(Information supplied Opens)

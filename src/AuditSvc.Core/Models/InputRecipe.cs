namespace AuditSvc.Core.Models;

/// <summary>How an image becomes the model's input tensor.</summary>
public enum ResizeMode
{
    /// <summary>Scale the whole image to the input size (default: corners and borders stay visible).</summary>
    Stretch,
    /// <summary>Resize the shorter side to the input size, then take the centre crop.</summary>
    ShorterSideCenterCrop,
}

/// <summary>Channel order of the input tensor.</summary>
public enum ChannelOrder
{
    Rgb,
    Bgr,
}

/// <summary>
/// The input recipe of a model: size, resize mode, pixel scaling, per-channel mean/std, channel order,
/// class names in output order. Pixels are scaled to 0..PixelScale (1 by default) before mean/std.
/// </summary>
public sealed record InputRecipe(
    int Width,
    int Height,
    ResizeMode Resize,
    float PixelScale,
    float[] Mean,
    float[] Std,
    ChannelOrder Order,
    IReadOnlyList<string>? ClassNames)
{
    /// <summary>ImageNet mean on 0..1 pixels (common practice).</summary>
    public static readonly float[] ImageNetMean = [0.485f, 0.456f, 0.406f];

    /// <summary>ImageNet standard deviation on 0..1 pixels (common practice).</summary>
    public static readonly float[] ImageNetStd = [0.229f, 0.224f, 0.225f];

    public static InputRecipe Default(int width, int height) =>
        new(width, height, ResizeMode.Stretch, 1f, ImageNetMean, ImageNetStd, ChannelOrder.Rgb, null);
}
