#!/usr/bin/env bash
# Runs every test of AuditSvc on this machine. Installs what the tests need when it is missing
# (PostgreSQL and Chromium from Debian's packages; needs root or sudo), starts a private PostgreSQL
# cluster for the run, and stops it again. Usage: tests/run.sh [extra dotnet test arguments]
set -euo pipefail
here="$(cd "$(dirname "${BASH_SOURCE[0]}")/.." && pwd)"
cd "$here"

sudo_() { if [ "$(id -u)" = 0 ]; then "$@"; else sudo "$@"; fi; }
need_apt=()
pg_bin=$(ls -d /usr/lib/postgresql/*/bin 2>/dev/null | sort -V | tail -n 1 || true)
[ -n "$pg_bin" ] && [ -x "$pg_bin/initdb" ] || need_apt+=(postgresql)
command -v chromium >/dev/null 2>&1 || need_apt+=(chromium)
command -v dotnet >/dev/null 2>&1 || { echo "tests/run.sh: the .NET 10 SDK is needed (dotnet on PATH)" >&2; exit 2; }
if [ ${#need_apt[@]} -gt 0 ]; then
  echo "tests/run.sh: installing ${need_apt[*]} from Debian's packages"
  sudo_ apt-get update -qq
  sudo_ env DEBIAN_FRONTEND=noninteractive apt-get install -y -qq --no-install-recommends "${need_apt[@]}" >/dev/null
  pg_bin=$(ls -d /usr/lib/postgresql/*/bin | sort -V | tail -n 1)
fi

# A private PostgreSQL cluster on a free loopback port, owned by an unprivileged user.
work=$(mktemp -d /tmp/auditsvc-tests.XXXXXX)
chmod 755 "$work"
pg_user=$(id -un)
[ "$(id -u)" = 0 ] && pg_user=postgres
id "$pg_user" >/dev/null 2>&1 || sudo_ useradd --system --no-create-home "$pg_user"
port=$(( 20000 + RANDOM % 20000 ))
run_pg() {
  if [ "$(id -un)" = "$pg_user" ]; then "$@"
  elif [ "$(id -u)" = 0 ]; then runuser -u "$pg_user" -- "$@"
  else sudo -u "$pg_user" "$@"; fi
}
mkdir -p "$work/pg" && chown "$pg_user" "$work/pg"
run_pg "$pg_bin/initdb" -D "$work/pg/data" -U auditsvc --auth=trust -E UTF8 >/dev/null
run_pg "$pg_bin/pg_ctl" -D "$work/pg/data" -l "$work/pg/log" -o "-p $port -k $work/pg -c listen_addresses=127.0.0.1 -c fsync=off -c max_connections=200" -w start >/dev/null
cleanup() { run_pg "$pg_bin/pg_ctl" -D "$work/pg/data" -m fast stop >/dev/null 2>&1 || true; rm -rf "$work"; }
trap cleanup EXIT
export AUDITSVC_TEST_DB="Host=127.0.0.1;Port=$port;Username=auditsvc;Database=postgres;Pooling=true"
export AUDITSVC_CHROMIUM="$(command -v chromium)"
export DOTNET_CLI_TELEMETRY_OPTOUT=1 DOTNET_NOLOGO=1

set +e
dotnet test AuditSvc.sln -c Release --logger "console;verbosity=normal" "$@" 2>&1 | tee "$work/test.log"
status=${PIPESTATUS[0]}
set -e
# One plain closing line for every project together.
awk '/^ +Passed: [0-9]+ *$/ { p += $2 } /^ +Failed: [0-9]+ *$/ { f += $2 } /^ +Skipped: [0-9]+ *$/ { s += $2 }
     END { printf "tests: %d passed, %d failed, %d skipped\n", p, f, s }' "$work/test.log"
exit "$status"
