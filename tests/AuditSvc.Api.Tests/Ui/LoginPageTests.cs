using System.Net;
using System.Net.Http.Headers;
using AuditSvc.Api.Pages;
using AuditSvc.Api.Tests.Audits;
using AuditSvc.Api.Tests.Hosting;
using AuditSvc.Data.Teams;

namespace AuditSvc.Api.Tests.Ui;

public sealed class LoginPageTests
{
    [PgFact]
    public async Task Login_GoodKey_SetsStrictHttpOnlyCookieAndListsOnlyTheTeamsAudits()
    {
        await using var svc = await ServiceUnderTest.StartAsync(workers: 0);
        using var ownerApi = await svc.ClientAsync("team-a");
        using var otherApi = await svc.ClientAsync("team-b");
        var mine = await AuditEndpointsTests.SubmitAsync(ownerApi, await Uploads.ModelAsync(ownerApi), await Uploads.ImageSetAsync(ownerApi, 2), 2);
        var theirs = await AuditEndpointsTests.SubmitAsync(otherApi, await Uploads.ModelAsync(otherApi), await Uploads.ImageSetAsync(otherApi, 2), 2);
        var (key, _) = await BrowserSession.KeyAsync(svc, "team-a", "rita");
        using var browser = new BrowserSession(svc);

        using var login = await browser.LoginAsync(key);

        Assert.Equal(HttpStatusCode.SeeOther, login.StatusCode);
        Assert.Equal("/ui/audits", login.Headers.Location!.OriginalString);
        var setCookie = login.Headers.GetValues("Set-Cookie").Single(c => c.StartsWith("auditsvc.session=", StringComparison.Ordinal));
        Assert.Contains("httponly", setCookie, StringComparison.OrdinalIgnoreCase);
        Assert.Contains("samesite=strict", setCookie, StringComparison.OrdinalIgnoreCase);
        Assert.DoesNotContain(key, setCookie, StringComparison.Ordinal);
        var list = await browser.GetPageAsync("/ui/audits");
        Assert.Contains($"/ui/audits/{mine}", list, StringComparison.Ordinal);
        Assert.DoesNotContain($"/ui/audits/{theirs}", list, StringComparison.Ordinal);
        Assert.Contains("team team-a", list, StringComparison.Ordinal);
    }

    [PgFact]
    public async Task Login_BadKey_IsRefusedWithAMessageAndNoSession()
    {
        await using var svc = await ServiceUnderTest.StartAsync(workers: 0);
        var (key, _) = await BrowserSession.KeyAsync(svc, "team-a", "rita");
        var wrongSecret = key[..^4] + (key.EndsWith("AAAA", StringComparison.Ordinal) ? "BBBB" : "AAAA"); // right prefix, wrong secret
        using var browser = new BrowserSession(svc);

        foreach (var attempt in new[] { "not-a-key", wrongSecret })
        {
            using var response = await browser.LoginAsync(attempt);
            var page = await response.Content.ReadAsStringAsync();
            Assert.Equal(HttpStatusCode.Unauthorized, response.StatusCode);
            Assert.Contains("That key was not accepted", page, StringComparison.Ordinal);
            Assert.Null(browser.Session);
        }
        Assert.Equal(HttpStatusCode.Redirect, (await browser.Client.GetAsync("/ui/audits")).StatusCode);
    }

    [PgFact]
    public async Task Login_PostWithoutAntiforgeryToken_IsRefused()
    {
        await using var svc = await ServiceUnderTest.StartAsync(workers: 0);
        var (key, _) = await BrowserSession.KeyAsync(svc, "team-a", "rita");
        using var browser = new BrowserSession(svc);
        await browser.GetPageAsync("/ui/login"); // holds the antiforgery cookie, as a browser would; only the form field is missing

        using var response = await browser.PostFormAsync("/ui/login", ("key", key));

        Assert.Equal(HttpStatusCode.BadRequest, response.StatusCode);
        Assert.Contains("anti-forgery token", await response.Content.ReadAsStringAsync(), StringComparison.Ordinal);
        Assert.Null(browser.Session);
    }

    [PgFact]
    public async Task Session_KeyRevoked_RefusedOnTheNextRequest()
    {
        await using var svc = await ServiceUnderTest.StartAsync(workers: 0);
        var (key, info) = await BrowserSession.KeyAsync(svc, "team-a", "rita");
        using var browser = new BrowserSession(svc);
        (await browser.LoginAsync(key)).Dispose();
        await browser.GetPageAsync("/ui/audits");

        Assert.True(await new ApiKeyStore(svc.Db.DataSource).RevokeAsync(info.Prefix, CancellationToken.None));
        using var after = await browser.Client.GetAsync("/ui/audits");

        Assert.Equal(HttpStatusCode.Redirect, after.StatusCode);
        Assert.StartsWith("/ui/login", after.Headers.Location!.AbsolutePath, StringComparison.Ordinal);
    }

    [PgFact]
    public async Task Api_WithTheSessionCookieOnly_Answers401()
    {
        await using var svc = await ServiceUnderTest.StartAsync(workers: 0);
        var (key, _) = await BrowserSession.KeyAsync(svc, "team-a", "rita");
        using var browser = new BrowserSession(svc);
        (await browser.LoginAsync(key)).Dispose();
        Assert.NotNull(browser.Session);

        Assert.Equal(HttpStatusCode.Unauthorized, (await browser.Client.GetAsync("/api/audits")).StatusCode);
        browser.Client.DefaultRequestHeaders.Authorization = new AuthenticationHeaderValue("Bearer", key);
        Assert.Equal(HttpStatusCode.OK, (await browser.Client.GetAsync("/api/audits")).StatusCode);
    }

    [PgFact]
    public async Task Pages_WithoutSession_RedirectToLoginAndRootToAudits()
    {
        await using var svc = await ServiceUnderTest.StartAsync(workers: 0);
        using var browser = new BrowserSession(svc);

        using var root = await browser.Client.GetAsync("/");
        using var list = await browser.Client.GetAsync("/ui/audits?state=done");

        Assert.Equal("/ui/audits", root.Headers.Location!.OriginalString);
        Assert.Equal(HttpStatusCode.Redirect, list.StatusCode);
        Assert.Equal("/ui/login", list.Headers.Location!.AbsolutePath);
        Assert.Contains("returnUrl=%2Fui%2Faudits%3Fstate%3Ddone", list.Headers.Location!.Query, StringComparison.Ordinal);
    }

    [Theory]
    [InlineData("/ui/audits/1", "/ui/audits/1")]
    [InlineData("https://elsewhere.example/ui/x", "/ui/audits")]
    [InlineData("//elsewhere.example/ui/", "/ui/audits")]
    [InlineData("/ui//elsewhere.example", "/ui/audits")]
    [InlineData("/ui/\\elsewhere", "/ui/audits")]
    [InlineData(null, "/ui/audits")]
    public void LocalOrDefault_AnyUrl_OnlyThisServicesPages(string? url, string expected) =>
        Assert.Equal(expected, LoginPage.LocalOrDefault(url));
}
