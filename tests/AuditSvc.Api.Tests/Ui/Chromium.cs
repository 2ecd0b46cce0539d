using System.Diagnostics;
using Xunit.Abstractions;

namespace AuditSvc.Api.Tests.Ui;

/// <summary>
/// Headless Chromium from the machine (AUDITSVC_CHROMIUM, else /usr/bin/chromium), each run with a fresh profile
/// and nothing that reaches the network on its own.
/// </summary>
internal static class Chromium
{
    public static string Path => Environment.GetEnvironmentVariable("AUDITSVC_CHROMIUM") is { Length: > 0 } p ? p : "/usr/bin/chromium";

    /// <summary>False (after saying why) when Chromium is missing outside CI; under CI=true a missing browser fails.</summary>
    public static bool Available(ITestOutputHelper output)
    {
        if (File.Exists(Path)) return true;
        if (AuditSvc.Data.Tests.TestDatabase.InCi) Assert.Fail($"Chromium not found at {Path} (CI=true): install it or set AUDITSVC_CHROMIUM.");
        output.WriteLine($"Chromium not found at {Path}: browser test not run (tests/run.sh installs it; or set AUDITSVC_CHROMIUM).");
        return false;
    }

    public static ProcessStartInfo StartInfo(string profile, IEnumerable<string> extra)
    {
        var psi = new ProcessStartInfo(Path) { UseShellExecute = false, RedirectStandardOutput = true, RedirectStandardError = true };
        foreach (var a in new[]
        {
            "--headless", "--no-sandbox", "--disable-gpu", "--disable-quic", "--no-first-run", "--disable-background-networking",
            "--disable-component-update", "--disable-sync", "--hide-scrollbars", "--window-size=1280,1000", $"--user-data-dir={profile}",
        }.Concat(extra)) psi.ArgumentList.Add(a);
        return psi;
    }

    /// <summary>Runs Chromium once in command-line mode (e.g. --dump-dom URL) and returns what it printed.</summary>
    public static async Task<string> RunAsync(params string[] args)
    {
        var profile = Directory.CreateTempSubdirectory("auditsvc-chromium-").FullName;
        try
        {
            using var p = Process.Start(StartInfo(profile, args))!;
            var stdout = p.StandardOutput.ReadToEndAsync();
            var stderr = p.StandardError.ReadToEndAsync();
            using var guard = new CancellationTokenSource(TimeSpan.FromMinutes(2)); // against a hang, not a timing check
            try { await p.WaitForExitAsync(guard.Token); }
            catch (OperationCanceledException) { p.Kill(entireProcessTree: true); throw new TimeoutException("chromium did not exit: " + await stderr); }
            return await stdout;
        }
        finally { TryDelete(profile); }
    }

    public static void TryDelete(string dir)
    {
        try { Directory.Delete(dir, recursive: true); } catch (IOException) { } catch (UnauthorizedAccessException) { }
    }
}
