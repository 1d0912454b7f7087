import { KESTREL_FEN_TIMING } from '@fixtures/stations/station-pair';
import type { AnalysisProfileInput } from '@shared/analysis';

/** The demo lab's two acceptance profiles (values within the trade's usual ranges; common practice, no source). */
export const DEMO_PROFILES: ReadonlyArray<{ name: string; description: string; parameters: AnalysisProfileInput }> = [
  {
    name: 'Nightly standard',
    description: 'Half the rounds tested, observed values against the thresholds: the everyday check of a night’s run.',
    parameters: { testSelection: { mode: 'fixed-fraction', fraction: 0.5 }, criterion: 'observed', chshTolerance: 0.03, qberTolerance: 0.05, epsilon: 1e-9 },
  },
  {
    name: 'Certified key',
    description: 'A quarter of the rounds tested, each by chance; confidence-corrected values and a positive finite key required.',
    parameters: {
      testSelection: { mode: 'bernoulli', probability: 0.25 },
      chshTolerance: 0.04,
      qberTolerance: 0.06,
      epsilon: 1e-10,
      criterion: 'certified',
      requirePositiveKey: true,
    },
  },
];

/** The demo lab's two setups and the demo people who lead their shifts. */
export const DEMO_SETUPS = [
  {
    name: 'Fen link',
    description: 'North Hall to Mill Lane over 2.4 km of campus fibre.',
    stationALabel: 'North Hall',
    stationBLabel: 'Mill Lane',
    profile: 'Nightly standard',
    shiftLeads: ['lucia.brandt@kestrelfen.example', 'ada.reyes@kestrelfen.example'],
    extraRecipients: ['night-desk@kestrelfen.example'],
    // 1.3 km in a straight line, and the stations' clock comparison (the two-station fixtures' timing).
    geometry: KESTREL_FEN_TIMING.geometry,
  },
  {
    name: 'Mill Lane bench',
    description: 'Both stations on one optical table in Mill Lane, 12 m of fibre: the reference pair.',
    stationALabel: 'Bench A',
    stationBLabel: 'Bench B',
    profile: 'Certified key',
    shiftLeads: ['ada.reyes@kestrelfen.example'],
    extraRecipients: [],
    geometry: null,
  },
] as const;
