import type { Role } from '@shared/api/roles';

/**
 * The invented lab of the demo: Kestrel Fen Quantum Lab, two stations (North Hall and Mill Lane)
 * joined by 2.4 km of fibre. Its people, one per role and one with two roles.
 */
export const DEMO_LAB_NAME = 'Kestrel Fen Quantum Lab';

/** Every demo person signs in with this password (demo only; printed at start). */
export const DEMO_PASSWORD = 'fen-demo-2026';

export interface DemoPerson {
  email: string;
  name: string;
  roles: Role[];
}

export const DEMO_PEOPLE: readonly DemoPerson[] = [
  { email: 'maren.holt@kestrelfen.example', name: 'Maren Holt', roles: ['admin'] },
  { email: 'dev.okafor@kestrelfen.example', name: 'Dev Okafor', roles: ['experimentalist'] },
  { email: 'lucia.brandt@kestrelfen.example', name: 'Lucia Brandt', roles: ['shift-lead'] },
  { email: 'sami.virtanen@kestrelfen.example', name: 'Sami Virtanen', roles: ['auditor'] },
  { email: 'ada.reyes@kestrelfen.example', name: 'Ada Reyes', roles: ['experimentalist', 'shift-lead'] },
];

(Information supplied Closes)

When the line with "using AuditSvc.Api.Tests.Audits;" is reached in the data above, start copying there, and copy each line exactly until the line with "using var response = await browser.LoginAsync(attempt);" has been copied; copy nothing else.

§ Output of the task:
using AuditSvc.Api.Tests.Audits;
using AuditSvc.Api.Tests.Hosting;
using AuditSvc.Data.Teams;

namespace AuditSvc.Api.Tests.Ui;

public sealed class LoginPageTests
{
    [PgFact]
    public async Task Login_GoodKey_SetsStrictHttpOnlyCookieAndListsOnlyTheTeamsAudits()
    {
        await using var svc = await ServiceUnderTest.StartAsync(workers: 0);
        using var ownerApi = await svc.ClientAsync("team-a");
        using var otherApi = await svc.ClientAsync("team-b");
        var mine = await AuditEndpointsTests.SubmitAsync(ownerApi, await Uploads.ModelAsync(ownerApi), await Uploads.ImageSetAsync(ownerApi, 2), 2);
        var theirs = await AuditEndpointsTests.SubmitAsync(otherApi, await Uploads.ModelAsync(otherApi), await Uploads.ImageSetAsync(otherApi, 2), 2);
        var (key, _) = await BrowserSession.KeyAsync(svc, "team-a", "rita");
        using var browser = new BrowserSession(svc);

        using var login = await browser.LoginAsync(key);

        Assert.Equal(HttpStatusCode.SeeOther, login.StatusCode);
        Assert.Equal("/ui/audits", login.Headers.Location!.OriginalString);
        var setCookie = login.Headers.GetValues("Set-Cookie").Single(c => c.StartsWith("auditsvc.session=", StringComparison.Ordinal));
        Assert.Contains("httponly", setCookie, StringComparison.OrdinalIgnoreCase);
        Assert.Contains("samesite=strict", setCookie, StringComparison.OrdinalIgnoreCase);
        Assert.DoesNotContain(key, setCookie, StringComparison.Ordinal);
        var list = await browser.GetPageAsync("/ui/audits");
        Assert.Contains($"/ui/audits/{mine}", list, StringComparison.Ordinal);
        Assert.DoesNotContain($"/ui/audits/{theirs}", list, StringComparison.Ordinal);
        Assert.Contains("team team-a", list, StringComparison.Ordinal);
    }

    [PgFact]
    public async Task Login_BadKey_IsRefusedWithAMessageAndNoSession()
    {
        await using var svc = await ServiceUnderTest.StartAsync(workers: 0);
        var (key, _) = await BrowserSession.KeyAsync(svc, "team-a", "rita");
        var wrongSecret = key[..^4] + (key.EndsWith("AAAA", StringComparison.Ordinal) ? "BBBB" : "AAAA"); // right prefix, wrong secret
        using var browser = new BrowserSession(svc);

        foreach (var attempt in new[] { "not-a-key", wrongSecret })
        {
            using var response = await browser.LoginAsync(attempt);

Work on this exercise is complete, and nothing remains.